II.
Бывают и теперь анахореты по призванию, которые отрекаются от мира и всех прелестей его и проводят жизнь в молитве и созерцании. Это -- люди особого душевного склада. У них всякое зло вызывает не двигательный акт, который моментально его уничтожает или ставит ему серьезные преграды, а мозговую рефлексию, быть может, также сердечное сокрушение слабого напряжения. Словом, в их душе, не способной быстро воспламеняться, негодовать и бороться, может возникать только легкая внутренняя зыбь, которая тихо волнуется и легко замирает.
Люди такого склада могли бы легко прожить в нашей тюрьме, предаваясь мечтаниям, самоуглублению и затем -- то самобичеванию, то самоуслаждению, в зависимости от достигнутых успехов в укрощении своих зловредных помыслов.
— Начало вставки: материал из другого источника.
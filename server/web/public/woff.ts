// WOFF 1.0 to the font it wraps (W3C, WOFF File Format 1.0, Recommendation 2012, §3–§5): a header,
// a table directory, and each table zlib-compressed unless that did not make it smaller. The share
// images' renderer reads TrueType/OpenType only, and the fonts the app ships are WOFF; every table is
// kept (Arabic needs its shaping tables), which the converters we tried did not do
// (docs/decisions/0028-reach.md).
import { inflateSync } from "node:zlib";

export function sfntFromWoff(woff: Buffer): Buffer {
  if (woff.toString("latin1", 0, 4) !== "wOFF") throw new Error("not a WOFF 1.0 file");
  const flavor = woff.readUInt32BE(4);
  const numTables = woff.readUInt16BE(12);
  const tables = Array.from({ length: numTables }, (_, i) => {
    const entry = 44 + 20 * i;
    const offset = woff.readUInt32BE(entry + 4);
    const compLength = woff.readUInt32BE(entry + 8);
    const origLength = woff.readUInt32BE(entry + 12);
    const stored = woff.subarray(offset, offset + compLength);
    return { tag: woff.readUInt32BE(entry), checksum: woff.readUInt32BE(entry + 16), data: compLength < origLength ? inflateSync(stored) : stored };
  });
  // The offset table of the font (OpenType: searchRange, entrySelector and rangeShift from the table count).
  const power = 2 ** Math.floor(Math.log2(numTables));
  const header = Buffer.alloc(12 + 16 * numTables);
  header.writeUInt32BE(flavor, 0);
  header.writeUInt16BE(numTables, 4);
  header.writeUInt16BE(power * 16, 6);
  header.writeUInt16BE(Math.log2(power), 8);
  header.writeUInt16BE(numTables * 16 - power * 16, 10);
  const parts: Buffer[] = [header];
  let offset = header.length;
  tables.forEach((table, i) => {
    const record = 12 + 16 * i;
    header.writeUInt32BE(table.tag, record);
    header.writeUInt32BE(table.checksum, record + 4);
    header.writeUInt32BE(offset, record + 8);
    header.writeUInt32BE(table.data.length, record + 12);
    // Each table starts on a four-byte boundary.
    const padded = Buffer.alloc(Math.ceil(table.data.length / 4) * 4);
    table.data.copy(padded);
    parts.push(padded);
    offset += padded.length;
  });
  return Buffer.concat(parts);
}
Ведь где абсолютно нет никаких новых соблазнов, а старые отодвигаются с каждым часом все дальше и дальше в область забвения, там помыслы легко замирают сами собой, и война с ними становится очень легкой и, конечно, победоносной.
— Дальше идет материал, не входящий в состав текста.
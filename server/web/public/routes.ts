// The public site's files beside its pages: citations, data downloads, the Atom feed, the sitemap
// and robots.txt. Everything comes from released, frozen versions; embargoed ones answer 404 to
// all but the press and editors, exactly as their pages do.
import { Router, type Request, type Response } from "express";
import { comparisonContent } from "#core/publication/brief-page";
import { dayInWords, defaultLocale, isLocale, localeCookie, localePath, locales, splitLocale, type Locale } from "#core/languages/locales";
import { alternates, briefUrl, surrogateKeys, comparisonUrl, feedUrl, glossaryUrl, homeUrl, searchUrl, sitemapUrl, versionNumberOf, versionUrl } from "#core/publication/urls";
import { listReleasedVersions, readVersion, type FoundVersion } from "#db/versions";
import { wordsOf } from "#core/languages/words";
import type { Database } from "#db/client";
import { citationFile, citationMedia, type CitationFormat, type CitationInput } from "./citations";
import { downloads } from "./downloads";
import { atomFeed, escapeXml, feedEntries } from "./feed";
import { reachRoutes } from "./reach";
import { siteUrl } from "../http/site-url";

const notFound = "There is no such published version.";

/** The files that have words, and so an address in each language: citations, downloads, the feed, embedded cards and share images. */
const localizedFile = (path: string) => /\/cite\.\w+$|\/downloads\/[^/]+$|^\/feed\.xml$|^\/embed\/|\/share\.png$/.test(path);

/**
 * Where the language switcher returns: the page without its own language prefix, in the chosen one,
 * its query string kept. Checked once the prefix is gone, so that no address of another site gets
 * through ("/es//host" would become "//host", "/es/\\host" "/\\host", which browsers read as a host).
 */
export function returnPath(next: unknown, locale: Locale): string {
  const home = localePath(locale, "/");
  if (typeof next !== "string" || !/^\/(?![/\\])/.test(next)) return home;
  const query = next.indexOf("?") < 0 ? next.length : next.indexOf("?");
  const path = localePath(locale, splitLocale(next.slice(0, query)).path) + next.slice(query);
  // eslint-disable-next-line no-control-regex -- a control character has no place in an address
  return /^\/(?![/\\])/.test(path) && !/[\\\u0000-\u001f\u007f]/.test(path) ? path : home;
}

export function publicFileRoutes(db: Database, publicUrl: string | undefined, secureTransport: boolean): Router {
  const router = Router();
  const localeOf = (res: Response): Locale => (res.locals.locale as Locale | undefined) ?? defaultLocale;

  // /es/feed.xml is the feed in Spanish: routes below see /feed.xml and the locale beside it.
  router.use((req, res, next) => {
    const { locale, path } = splitLocale(req.path);
    if (locale !== defaultLocale && localizedFile(path)) {
      res.locals.locale = locale;
      req.url = path + req.url.slice(req.path.length);
    }
    next();
  });

  // The language switcher: the reader's choice is kept for a year, then the same page in that language.
  router.get("/language/:locale", (req, res) => {
    const locale = String(req.params.locale);
    if (!isLocale(locale)) return res.status(404).type("text/plain").send(`There is no language "${locale}" here: choose one of ${locales.join(", ")}.`);
    res.cookie(localeCookie, locale, { maxAge: 365 * 24 * 3600 * 1000, sameSite: "lax", httpOnly: true, secure: secureTransport, path: "/" });
    res.set("Cache-Control", "no-store").redirect(303, returnPath(req.query.next, locale));
  });

  // Files need the version only, not its history: one query.
  const versionOf = async (req: Request) => {
    const number = versionNumberOf(String(req.params.number));
    if (number === null) return null;
    return readVersion(db, String(req.params.slug), number, req.user?.roles ?? []);
  };
  const formatOf = (value: unknown): CitationFormat | null => (value === "ris" || value === "bib" || value === "json" ? value : null);
  const cacheFor = (embargoed: boolean) => (embargoed ? "private, no-store" : "public, max-age=3600");
  /** A released version's file: cached for an hour, filed under its brief's and version's surrogate keys. */
  const setCaching = (res: Response, embargoed: boolean, at: { slug: string; version: number }) => {
    res.set("Cache-Control", cacheFor(embargoed));
    if (!embargoed) res.set("Surrogate-Key", surrogateKeys(at)!);
  };

  /**
   * A data file of a withdrawn brief is no longer offered to readers: 410 with the reason, answered
   * here (true). Its editors still fetch it, signed in and uncached. Otherwise the file's caching is set.
   */
  const answeredWithdrawn = (req: Request, res: Response, page: FoundVersion): boolean => {
    const at = { slug: page.snapshot.brief.slug, version: page.snapshot.version };
    if (!page.withdrawal) {
      setCaching(res, page.embargoed, at);
      return false;
    }
    if ((req.user?.roles ?? []).includes("editor")) {
      res.set("Cache-Control", "private, no-store");
      return false;
    }
    setCaching(res, false, at);
    const locale = localeOf(res);
    res.status(410).type("text/plain").send(wordsOf(locale, "public")("download.withdrawn", { date: dayInWords(locale, page.withdrawal.at), reason: page.withdrawal.reason }));
    return true;
  };

  /** A citation file for a version or one comparison in it, named after what it cites; a withdrawn brief's says so. */
  function sendCitation(res: Response, format: CitationFormat, page: FoundVersion, fileBase: string, input: Omit<CitationInput, "accessed" | "withdrawn">, at: { slug: string; version: number }) {
    setCaching(res, page.embargoed, at);
    const t = wordsOf(localeOf(res), "public");
    const withdrawn = page.withdrawal ? { titlePrefix: t("cite.withdrawnTitle"), note: t("cite.withdrawnNote", { date: page.withdrawal.at.slice(0, 10), reason: page.withdrawal.reason }) } : null;
    res.type(citationMedia[format]).attachment(`${fileBase}.${format === "json" ? "csl.json" : format}`).send(citationFile({ ...input, accessed: new Date(), withdrawn }, format));
  }

  router.get("/briefs/:slug/v/:number/cite.:format", async (req, res) => {
    const format = formatOf(req.params.format);
    const page = format ? await versionOf(req) : null;
    if (!format || !page) return res.status(404).type("text/plain").send(notFound);
    const { snapshot } = page;
    const locale = localeOf(res);
    const url = `${siteUrl(req, publicUrl)}${localePath(locale, versionUrl({ slug: snapshot.brief.slug, version: snapshot.version }))}`;
    sendCitation(res, format, page, `${snapshot.brief.slug}-v${snapshot.version}`, { title: snapshot.brief.title, author: snapshot.brief.authorTeam, version: snapshot.version, releaseAt: snapshot.releaseAt, url, language: locale }, { slug: snapshot.brief.slug, version: snapshot.version });
  });

  router.get("/briefs/:slug/v/:number/compare/:a/:b/cite.:format", async (req, res) => {
    const format = formatOf(req.params.format);
    const page = format ? await versionOf(req) : null;
    const view = page ? comparisonContent(page.snapshot, String(req.params.a), String(req.params.b)) : null;
    if (!format || !page || !view) return res.status(404).type("text/plain").send("There is no such comparison in this version.");
    const locale = localeOf(res);
    const url = `${siteUrl(req, publicUrl)}${localePath(locale, comparisonUrl({ slug: view.slug, version: view.version, treatment: view.treatment.id, comparator: view.comparator.id }))}`;
    sendCitation(res, format, page, `${view.slug}-v${view.version}-${view.treatment.id}-vs-${view.comparator.id}`, {
      title: view.title,
      author: page.snapshot.brief.authorTeam,
      version: view.version,
      releaseAt: view.releaseAt,
      url,
      comparison: wordsOf(locale, "public")("brief.versus", { treatment: view.treatment.name, comparator: view.comparator.name }),
      language: locale,
    }, { slug: view.slug, version: view.version });
  });

  router.get("/briefs/:slug/v/:number/downloads/:file", async (req, res) => {
    // Only the files listed: a name such as __proto__ is no file of ours.
    const name = String(req.params.file);
    const file = Object.hasOwn(downloads, name) ? downloads[name as keyof typeof downloads] : null;
    const page = file ? await versionOf(req) : null;
    if (!file || !page) return res.status(404).type("text/plain").send("There is no such download.");
    const { snapshot } = page;
    if (answeredWithdrawn(req, res, page)) return;
    res.type(file.media).attachment(`${snapshot.brief.slug}-v${snapshot.version}-${String(req.params.file)}`).send(file.build(snapshot));
  });

  // What changed since the version before, as frozen with this one (docs/data.md): the same facts the
  // page's "What changed" section words, by treatment label and on the analysis scale.
  router.get("/briefs/:slug/v/:number/changes.json", async (req, res) => {
    const page = await versionOf(req);
    if (!page) return res.status(404).type("text/plain").send(notFound);
    const { snapshot, changes } = page;
    if (!changes) return res.status(404).type("text/plain").send(`Version ${snapshot.version} is the first: no version came before it.`);
    if (answeredWithdrawn(req, res, page)) return;
    res.json({ slug: snapshot.brief.slug, ...changes });
  });

  router.get("/feed.xml", async (req, res) => {
    const base = siteUrl(req, publicUrl);
    const locale = localeOf(res);
    const t = wordsOf(locale, "public");
    const entries = feedEntries(await listReleasedVersions(db), base, locale, t);
    res.set("Cache-Control", "public, max-age=300").type("application/atom+xml; charset=utf-8").send(atomFeed({ base, selfUrl: `${base}${localePath(locale, feedUrl())}`, entries, locale, t }));
  });

  router.get("/sitemap.xml", async (req, res) => {
    const base = siteUrl(req, publicUrl);
    // A withdrawn brief keeps its pages (410, saying why) but leaves the sitemap: nothing to index.
    const versions = (await listReleasedVersions(db)).filter((version) => version.withdrawnAt === null);
    const latest = new Map<string, string>();
    for (const v of versions) if (!latest.has(v.slug)) latest.set(v.slug, v.releaseAt);
    // Each page in every language, each naming all of them (hreflang alternates, x-default English).
    const links = (path: string) => alternates(path).map((a) => `<xhtml:link rel="alternate" hreflang="${a.hreflang}" href="${escapeXml(base + a.path)}"/>`).join("");
    const entry = (path: string, lastmod?: string) =>
      locales
        .map((locale) => `  <url><loc>${escapeXml(base + localePath(locale, path))}</loc>${lastmod ? `<lastmod>${lastmod.slice(0, 10)}</lastmod>` : ""}${links(path)}</url>`)
        .join("\n");
    const urls = [
      entry(homeUrl()),
      entry(searchUrl()),
      entry(glossaryUrl()),
      ...[...latest].map(([slug, at]) => entry(briefUrl(slug), at)),
      ...versions.map((v) => entry(versionUrl({ slug: v.slug, version: v.number }), v.releaseAt)),
    ];
    res
      .set("Cache-Control", "public, max-age=300")
      .type("application/xml; charset=utf-8")
      .send(`<?xml version="1.0" encoding="UTF-8"?>\n<urlset xmlns="http://www.sitemaps.org/schemas/sitemap/0.9" xmlns:xhtml="http://www.w3.org/1999/xhtml">\n${urls.join("\n")}\n</urlset>\n`);
  });

  router.use(reachRoutes(db, publicUrl));

  router.get("/robots.txt", (req, res) => {
    res.type("text/plain").send(`User-agent: *\nDisallow: /desk\nDisallow: /api/\nDisallow: /sign-in\nDisallow: /preview/\nSitemap: ${siteUrl(req, publicUrl)}${sitemapUrl()}\n`);
  });

  return router;
}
Не такова натура была у громадного большинства из нас. Мы не только не могли и не хотели уходить куда бы то ни было и от житейских зол и от земных соблазнов, а совершенно сознательно приступили к изучению их природных причин с тем, чтобы отыскать путь к их устранению. И не только отыскать и указать эти пути всякому вопрошающему, но и самим проложить их, сделавши первые шаги, которые всегда трудны и не всегда могут быть верными и правильными.
Для людей такой категории, деятельных, рвущихся, энергичных по природе, не могли выдумать наказания более сильного и жестокого, как обречь их на пожизненное бездействие и не дать им даже суррогата живого общественного дела.
Такое дело, конечно, нашлось бы, без всякого ущерба для тюремного режима, в стране, необыкновенно бедной интеллектуальными силами и еще более бедной духом инициативы и предприимчивости. Начиная от простых цифровых работ над сводкой статистического материала и кончая постановкой каких-нибудь микроскопических, физиологических, даже хозяйственных опытов, нашлось бы широкое и разностороннее поле для приложения богатых духовных способностей, которые заключены были пожизненно в Шлиссельбурге и которые обречены на вымирание с чисто дьявольским человеконенавистничеством и зложелательством.
Наши враги окрестили нас врагами народа и, конечно, не могли допустить, чтобы мы сделали что-нибудь полезное для своей родины и тем огласили, что сердце наше бьется любовью к ней и что мы горим постоянным желанием быть для нее полезными хоть как-нибудь и хоть в чем-нибудь. Притом же умы, привыкшие ходить только по рутине, неспособны были допустить, чтобы тюрьма была чем-нибудь другим, кроме фабрики терпения, и чтобы в ней процветало что-нибудь другое, кроме сплошного страдания и непрерывной кары, действующей слепо и без милосердия.